Derby Hotels, which moved its headquarters from Barcelona to Madrid a few months ago, recorded revenues of €74.3 million in 2015, up by 6.4% compared with the previous year. Of that amount, €67 million was generated by the hotel business and the remainder, from the operation of the tourist apartments.

The only building in this family-owned chain that precedes Jordi Clos is the Hotel Derby, which his father-in-law opened in Barcelona in 1968. The businessman has opened all of the other properties, over a thirty year period from 1983 until 2013.

In some cases, Clos acquired his properties with investment partners, before going on to buy out their stakes years later. Such is the case of the Caesar Hotel in London, which he purchased together with the Metropolis real estate fund in 2004 for €30 million (each party acquired a 50% stake). In 2009, he joined forces with that fund again to acquire the Hotel Banke in Paris for €75 million. In 2013, Clos purchased the shares that Metropolis held in those two hotels in an operation that valued the assets at €120 million in total.

A similar case was that of Hotel Bagués in Barcelona, which he opened in 2010 with the Bagués Masriera family, owners of the building that the jewellers of the same name had occupied for decades. Last year, Close purchased the remaining 40% stake that the jewellers still held for €3.8 million.

Searching for new properties

Now, having digested the purchase of the 50% stakes of the hotels in London and Paris, Derby wants to continue to expand its empire in Europe. “Barcelona has been ruled out due to the hotel moratorium there and, we already have two five-star hotels in Madrid”, explained Clos. “Instead, we want to continue to diversify our risk by opening hotels in other cities, such as Amsterdam and Munich, although we are also looking at Copenhagen and Stockholm”.

The terrorist attacks in Paris in 2015 directly affected the Group’s hotels in the French capital.

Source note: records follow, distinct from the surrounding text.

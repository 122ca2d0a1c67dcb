package hydraulics

import (
	"math"
	"testing"

	"flowset/internal/fluid"
)

// waterRef is water at the Kv definition's reference density (IEC 60534-2-1:
// ρ0 = 999.1 kg/m3 at 15 °C), so ρ/ρ0 = 1 and the Kv law reads Q = Kv √Δp.
var waterRef = fluid.State{Temperature: 288.15, Density: KvRefDensity, Viscosity: 1.138e-3}

// picvCase is a valve set to 0.1 l/s whose Kv, 1.2 m3/h, makes it hold its
// flow from (0.36/1.2)² bar = 9 kPa at the reference density.
var picvCase = PressureIndependent{Flow: 0.1e-3, Kv: 1.2}

// TestPressureIndependentBelowHold checks the fixed-Kv side against the
// definition of Kv (IEC 60534-1: the flow in m3/h of water at 15 °C through
// the valve at a 1 bar drop; IEC 60534-2-1: Q = Kv √(Δp/(ρ/ρ0)) for
// non-choked turbulent liquid flow): below its hold differential the valve
// passes Kv √Δp, and the flow falls as the square root of the differential.
func TestPressureIndependentBelowHold(t *testing.T) {
	v := picvCase
	if got, want := v.HoldDiff(waterRef.Density), 9e3; relErr(got, want) > 1e-12 {
		t.Fatalf("HoldDiff = %.9g Pa, want %.9g (Q = Kv √Δp: 0.36 m3/h at Kv 1.2 needs 0.09 bar)", got, want)
	}
	for _, tc := range []struct {
		name string
		dp   float64 // Pa
		want float64 // m3/s
	}{
		// Kv 1.2 at 0.01 bar: 1.2 × 0.1 = 0.12 m3/h.
		{"1 kPa", 1e3, 0.12 / 3600},
		// at 0.04 bar: 1.2 × 0.2 = 0.24 m3/h, twice the flow at a quarter of 0.16 bar.
		{"4 kPa", 4e3, 0.24 / 3600},
		// at 0.0729 bar (0.9² of the hold differential): 1.2 × 0.27 = 0.324 m3/h.
		{"0.81 of hold", 7.29e3, 0.324 / 3600},
	} {
		t.Run(tc.name, func(t *testing.T) {
			q, err := v.FlowAt(tc.dp, waterRef)
			if err != nil {
				t.Fatal(err)
			}
			if relErr(q, tc.want) > 1e-9 {
				t.Errorf("FlowAt(%g Pa) = %.9g m3/s, want %.9g (Kv law)", tc.dp, q, tc.want)
			}
			// Square-root law: a quarter of the differential, half the flow.
			q4, err := v.FlowAt(tc.dp/4, waterRef)
			if err != nil {
				t.Fatal(err)
			}
			if relErr(q4, q/2) > 1e-9 {
				t.Errorf("FlowAt(%g Pa) = %.9g, want half of FlowAt(%g Pa) = %.9g", tc.dp/4, q4, tc.dp, q/2)
			}
			// Reverse flow meets the body as the same fixed Kv.
			if qr, _ := v.FlowAt(-tc.dp, waterRef); relErr(qr, -q) > 1e-12 {
				t.Errorf("FlowAt(%g Pa) = %g, want %g", -tc.dp, qr, -q)
			}
		})
	}
}

// TestPressureIndependentHolds checks the regulating side: from just above
// its hold differential to 600 kPa (beyond the 400 kPa or so to which such
// valves are commonly rated: common practice, no source) the flow stays at
// the set flow within the stated droop, and never falls as the differential
// rises.
func TestPressureIndependentHolds(t *testing.T) {
	v := picvCase
	hold := v.HoldDiff(waterRef.Density)
	prev := 0.0
	for _, dp := range []float64{1.01 * hold, 1.05 * hold, 2 * hold, 50e3, 100e3, 200e3, 400e3, 600e3} {
		q, err := v.FlowAt(dp, waterRef)
		if err != nil {
			t.Fatal(err)
		}
		r := q / v.Flow
		hi := 1 + RegulatorDroop*(dp-hold) + 1e-3
		if r < 0.995 || r > hi {
			t.Errorf("at %.1f kPa the flow is %.5f of the set flow, want 0.995 to %.5f", dp/1e3, r, hi)
		}
		if q < prev {
			t.Errorf("at %.1f kPa the flow %g fell below %g at a lower differential", dp/1e3, q, prev)
		}
		prev = q
	}
	// The droop itself: 0.5 % of the set flow per 100 kPa, to 1 % of it.
	q1, _ := v.FlowAt(100e3, waterRef)
	q2, _ := v.FlowAt(300e3, waterRef)
	if got, want := (q2-q1)/v.Flow, RegulatorDroop*200e3; relErr(got, want) > 0.01 {
		t.Errorf("flow rise from 100 to 300 kPa = %.6f of the set flow, want %.6f", got, want)
	}
}

// TestPressureIndependentDerivatives checks the slope and the flow-scale
// derivative against central differences, on both sides of the corner and
// in it (a self-consistency check: the solver and the calibration need the
// derivatives the drop implies).
func TestPressureIndependentDerivatives(t *testing.T) {
	v := picvCase
	p, w := v.regulator(waterRef.Density)
	if !(p > 0 && w > 0) {
		t.Fatalf("regulator scales %g Pa, %g m3/s", p, w)
	}
	for _, q := range []float64{0.5 * v.Flow, v.Flow - 3*w, v.Flow - w, v.Flow, v.Flow + w, v.Flow + 5*w, v.Flow + 100*w, -v.Flow - w} {
		dp, slope := v.Drop(q, waterRef)
		h := w * 1e-3
		up, _ := v.Drop(q+h, waterRef)
		dn, _ := v.Drop(q-h, waterRef)
		if fd := (up - dn) / (2 * h); relErr(slope, fd) > 1e-5 {
			t.Errorf("slope at q = Q%+.1fw: %.9g, finite difference %.9g", (q-v.Flow)/w, slope, fd)
		}
		if slope <= 0 || math.IsInf(slope, 0) {
			t.Errorf("slope at q = %g is %g, want finite and positive", q, slope)
		}
		if d2, _ := v.Drop(-q, waterRef); relErr(d2, -dp) > 1e-12 {
			t.Errorf("Drop(%g) = %g, want -Drop(%g) = %g", -q, d2, q, -dp)
		}
		const e = 1e-9
		vu := PressureIndependent{Flow: v.Flow * math.Exp(e), Kv: v.Kv * math.Exp(e)}
		vd := PressureIndependent{Flow: v.Flow * math.Exp(-e), Kv: v.Kv * math.Exp(-e)}
		du, _ := vu.Drop(q, waterRef)
		dd, _ := vd.Drop(q, waterRef)
		if fd, got := (du-dd)/(2*e), v.ScaleDrop(q, waterRef); relErr(got, fd) > 1e-4 {
			t.Errorf("ScaleDrop at q = Q%+.1fw: %.9g, finite difference %.9g", (q-v.Flow)/w, got, fd)
		}
	}
}

func TestPressureIndependentInvalid(t *testing.T) {
	for _, v := range []PressureIndependent{{}, {Flow: 1e-4}, {Kv: 1}, {Flow: math.NaN(), Kv: 1}, {Flow: 1e-4, Kv: math.Inf(1)}} {
		if v.Validate() == nil {
			t.Errorf("%+v: Validate passed", v)
		}
		if dp, _ := v.Drop(1e-4, waterRef); !math.IsNaN(dp) {
			t.Errorf("%+v: Drop = %g, want NaN", v, dp)
		}
		if _, err := v.FlowAt(1e4, waterRef); err == nil {
			t.Errorf("%+v: FlowAt gave no error", v)
		}
	}
}

// TestPressureIndependentTable checks a model of three settings: the valve
// at a table setting holds the table's flow; a blank Kv makes it hold from
// exactly the hold differential at the reference density (Q = Kv √Δp,
// IEC 60534-2-1); a given Kv is kept; SettingFor inverts the flow table;
// a scale multiplies flow and Kv together, keeping the hold differential.
func TestPressureIndependentTable(t *testing.T) {
	settings := []float64{1, 3, 5}
	flows := []float64{0.03e-3, 0.08e-3, 0.15e-3}
	tb, err := NewPressureIndependentTable(settings, flows, []float64{math.NaN(), 0.8, math.NaN()}, 20e3, 0.5)
	if err != nil {
		t.Fatal(err)
	}
	for i, s := range settings {
		v, err := tb.At(s, 1)
		if err != nil {
			t.Fatal(err)
		}
		if relErr(v.Flow, flows[i]) > 1e-12 {
			t.Errorf("At(%g).Flow = %g, want %g", s, v.Flow, flows[i])
		}
		hold := v.HoldDiff(KvRefDensity)
		if i == 1 {
			// Kv 0.8 given: 0.288 m3/h at Kv 0.8 holds from 0.36² bar.
			if relErr(v.Kv, 0.8) > 1e-12 || relErr(hold, 0.36*0.36*1e5) > 1e-9 {
				t.Errorf("At(%g): kv %g, hold %g Pa; want 0.8 and %g", s, v.Kv, hold, 0.36*0.36*1e5)
			}
		} else if relErr(hold, 20e3) > 1e-9 {
			t.Errorf("At(%g): hold %g Pa, want 20000", s, hold)
		}
		got, err := tb.SettingFor(flows[i])
		if err != nil || math.Abs(got-s) > 1e-9 {
			t.Errorf("SettingFor(%g) = %g, %v; want %g", flows[i], got, err, s)
		}
		w, _ := tb.At(s, 1.1)
		if relErr(w.Flow, 1.1*v.Flow) > 1e-12 || relErr(w.HoldDiff(KvRefDensity), hold) > 1e-9 {
			t.Errorf("At(%g, 1.1) = %+v, want flow %g and the same hold differential", s, w, 1.1*v.Flow)
		}
	}
	// Between rows the flow rises with the setting.
	q2, _ := tb.At(2, 1)
	q4, _ := tb.At(4, 1)
	if !(q2.Flow > flows[0] && q2.Flow < flows[1] && q4.Flow > flows[1] && q4.Flow < flows[2]) {
		t.Errorf("interpolated flows %g at 2 and %g at 4 do not lie between the table's", q2.Flow, q4.Flow)
	}
	if _, err := NewPressureIndependentTable(settings, flows, []float64{math.NaN(), math.NaN(), math.NaN()}, 0, 0.5); err == nil {
		t.Error("a hold differential of 0 was accepted")
	}
}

Clos estimates that the occupancy rate there fell by 15% and average prices decreased by 20%. “If we weren’t a diversified chain with a low gearing ratio, it would have been hard for us to survive the winter in Paris”, he added.

Indeed, Hotel Banke had just increased its rating from four to five-stars following the remodelling of its 91 rooms. Now, the group is planning to raise the category of its hotel in London too, to a superior four-star property. To this end, it plans to increase the size of its rooms and reduce the total number from 140 to 120.